The CDC expressed satisfaction with the ruling, which aligned with their amicus brief supporting Ripple.
On Aug. 1, the Chamber of Digital Commerce (CDC) — a United States blockchain and digital assets advocacy organization — published a comprehensive report on the U.S. Securities and Exchange Commission’s (SEC) lawsuit against Ripple. The “SEC v. Ripple Ruling: Impact and Analysis” report scrutinizes the case’s verdict, highlighting its profound implications for the crypto industry’s future.
According to the report, Judge Analisa Torres’s ruling sets a vital precedent by distinguishing between an investment contract and the underlying asset.

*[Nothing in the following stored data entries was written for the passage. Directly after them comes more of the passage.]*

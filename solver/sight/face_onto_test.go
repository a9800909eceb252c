package sight_test

import (
	"context"
	"math"
	"testing"

	"pgregory.net/rapid"

	"enfilade/solver/mesh"
	"enfilade/solver/plantest"
	"enfilade/solver/sight"
)

// lean returns the mesh of only those edges of m that stop sight at a height.
func lean(t interface{ Fatal(...any) }, m *mesh.Mesh, height int32, same bool) *mesh.Mesh {
	open := func(t int32) bool { return m.Solid[t] < height }
	stops := func(e mesh.Edge) bool { return m.Tris[e.Tri()].Top[e.Corner()] >= height }
	l, err := mesh.Lean(context.Background(), m, open, stops, mesh.Tag{Top: mesh.Ceiling}, same)
	if err != nil {
		t.Fatal(err)
	}
	return l
}

// TestFacesOnLeanMesh holds that corners that stop no sight make no difference: the places that see any part of a face, and
// all of it, have the same border bit for bit on the whole mesh, on a lean one, and when they are taken from the lean one to the
// whole one.
func TestFacesOnLeanMesh(t *testing.T) {
	leaner, split := 0, 0
	for name, plans := range plantest.Small() {
		t.Run(name, rapid.MakeCheck(func(t *rapid.T) {
			p := plans.Draw(t, "plan")
			t.Log(plantest.Text(p))
			g, m := graphAndMesh(t, p)
			height := heights.Draw(t, "height")
			l := lean(t, m, height, false)
			if err := l.Check(); err != nil {
				t.Fatal(err)
			}
			f, thin := sight.New(m), sight.New(l)
			c := faceOf(t, g, places(p, g))
			t.Logf("face %v, height %v", c, height)
			if c.A == c.B {
				return
			}
			if f.Free(c, height) != thin.Free(c, height) {
				t.Fatalf("free on the mesh: %v, on the lean one: %v", f.Free(c, height), thin.Free(c, height))
			}
			if !f.Free(c, height) {
				return
			}
			if len(l.Tris) < len(m.Tris) {
				leaner++
			}
			a, _ := f.Partly(context.Background(), nil, c, height)
			b, _ := thin.Partly(context.Background(), nil, c, height)
			onto := f.Onto(nil, b, thin)
			if len(onto) > len(b) {
				split++
			}
			want := f.Outline(a, c.A, height)
			sameRings(t, "any, lean", thin.Outline(b, c.A, height), want)
			sameRings(t, "any, from lean", f.Outline(onto, c.A, height), want)
			a, _ = f.Whole(nil, c, height)
			b, _ = thin.Whole(nil, c, height)
			sameRings(t, "all", thin.Outline(b, c.A, height), f.Outline(a, c.A, height))
		}))
	}
	if leaner < 50 || split < 50 {
		t.Errorf("%d leaner meshes, %d split pieces: the test has lost its aim", leaner, split)
	}
}

func sameRings(t *rapid.T, what string, got, want []sight.Region) {
	if len(got) != len(want) {
		t.Fatalf("%s: %d rings, want %d", what, len(got), len(want))
	}
	for i := range want {
		if got[i].Len() != want[i].Len() || got[i].Area() != want[i].Area() || got[i].Lengths() != want[i].Lengths() {
			t.Fatalf("%s: ring %d: %d corners, area %v, border %v; want %d, %v, %v", what, i, got[i].Len(), got[i].Area(), got[i].Lengths(),
				want[i].Len(), want[i].Area(), want[i].Lengths())
		}
		for k := range want[i].Len() {
			x, y := got[i].Point(k)
			u, v := want[i].Point(k)
			if x != u || y != v || got[i].Kind(k) != want[i].Kind(k) || math.IsNaN(x) {
				t.Fatalf("%s: ring %d, corner %d: %v %v %v, want %v %v %v", what, i, k, x, y, got[i].Kind(k), u, v, want[i].Kind(k))
			}
		}
	}
}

The report examines Torres’s categorization of Ripple’s XRP (XRP) token distributions into three classes: institutional sales, programmatic sales and other distributions. She applied the Howey test to determine if these distributions constituted an offer and sale of investment contracts.
The CDC expressed satisfaction with the ruling, which aligned with their amicus brief supporting Ripple. Perianne Boring, the CDC’s founder and CEO, underscored the ruling’s importance in establishing precedents for future legal encounters in the crypto industry.
Boring stressed the importance of a balanced playing field in the digital asset sector and the group’s commitment to advocating policies supporting U.S. leadership in the digital economy. While Judge Torres’ ruling was a step toward logical crypto regulations, the CDC firmly believes that definitive regulatory clarity can only come through effective legislation by Congress.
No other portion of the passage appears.